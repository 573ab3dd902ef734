import { readFile, stat } from 'node:fs/promises';
import sharp from 'sharp';
import { type PictureSize, SIZES } from './develop';
import { damaged } from './refusals';

/** What our own files consist of; anything else (EXIF, XMP, colour profile, frames) could carry what was stripped. */
const CHUNKS = new Set(['VP8 ', 'VP8L', 'VP8X', 'ALPH']);
/** An uncompressed picture of 1280 px square takes 6.6 MB. */
const MAX_BYTES = 7_000_000;

export type Adopted = { large: Buffer; small: Buffer; width: number; height: number };

/** Reads both files of a picture that another installation made, and refuses what this one would not have written. */
export async function adopted(paths: Record<PictureSize, string>): Promise<Adopted> {
  const large = await proven(paths.large, SIZES.large);
  const small = await proven(paths.small, SIZES.small);
  return { large: large.bytes, small: small.bytes, width: large.width, height: large.height };
}

async function proven(path: string, edge: number) {
  if ((await stat(path)).size > MAX_BYTES) throw damaged();
  const bytes = await readFile(path);
  if (!chunksOf(bytes)?.every((chunk) => CHUNKS.has(chunk))) throw damaged();
  const { info } = await sharp(path, { limitInputPixels: edge * edge, failOn: 'error' })
    .raw()
    .toBuffer({ resolveWithObject: true })
    .catch(() => Promise.reject(damaged()));
  if (Math.max(info.width, info.height) > edge) throw damaged();
  return { bytes, width: info.width, height: info.height };
}

/** Names of the chunks of a WebP file (RIFF: name, length, bytes padded to even); null when it is not exactly such a file. */
function chunksOf(bytes: Buffer): string[] | null {
  const text = (from: number) => bytes.toString('latin1', from, from + 4);
  if (bytes.length < 20 || text(0) !== 'RIFF' || text(8) !== 'WEBP') return null;
  if (bytes.readUInt32LE(4) + 8 !== bytes.length) return null;
  const names: string[] = [];
  let at = 12;
  while (at + 8 <= bytes.length) {
    names.push(text(at));
    const length = bytes.readUInt32LE(at + 4);
    at += 8 + length + (length % 2);
  }
  return at === bytes.length ? names : null;
}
○ ○ ○ ○ ○
[YOUR GOAL]
All lines above from the one with "const MAX_BYTES = 7_000_000;" to the one with "export async function", inclusive, should be copied exactly, and no other lines.

[EXERCISE SOLUTION]
const MAX_BYTES = 7_000_000;

export type Adopted = { large: Buffer; small: Buffer; width: number; height: number };

/** Reads both files of a picture that another installation made, and refuses what this one would not have written. */
export async function adopted(paths: Record<PictureSize, string>): Promise<Adopted> {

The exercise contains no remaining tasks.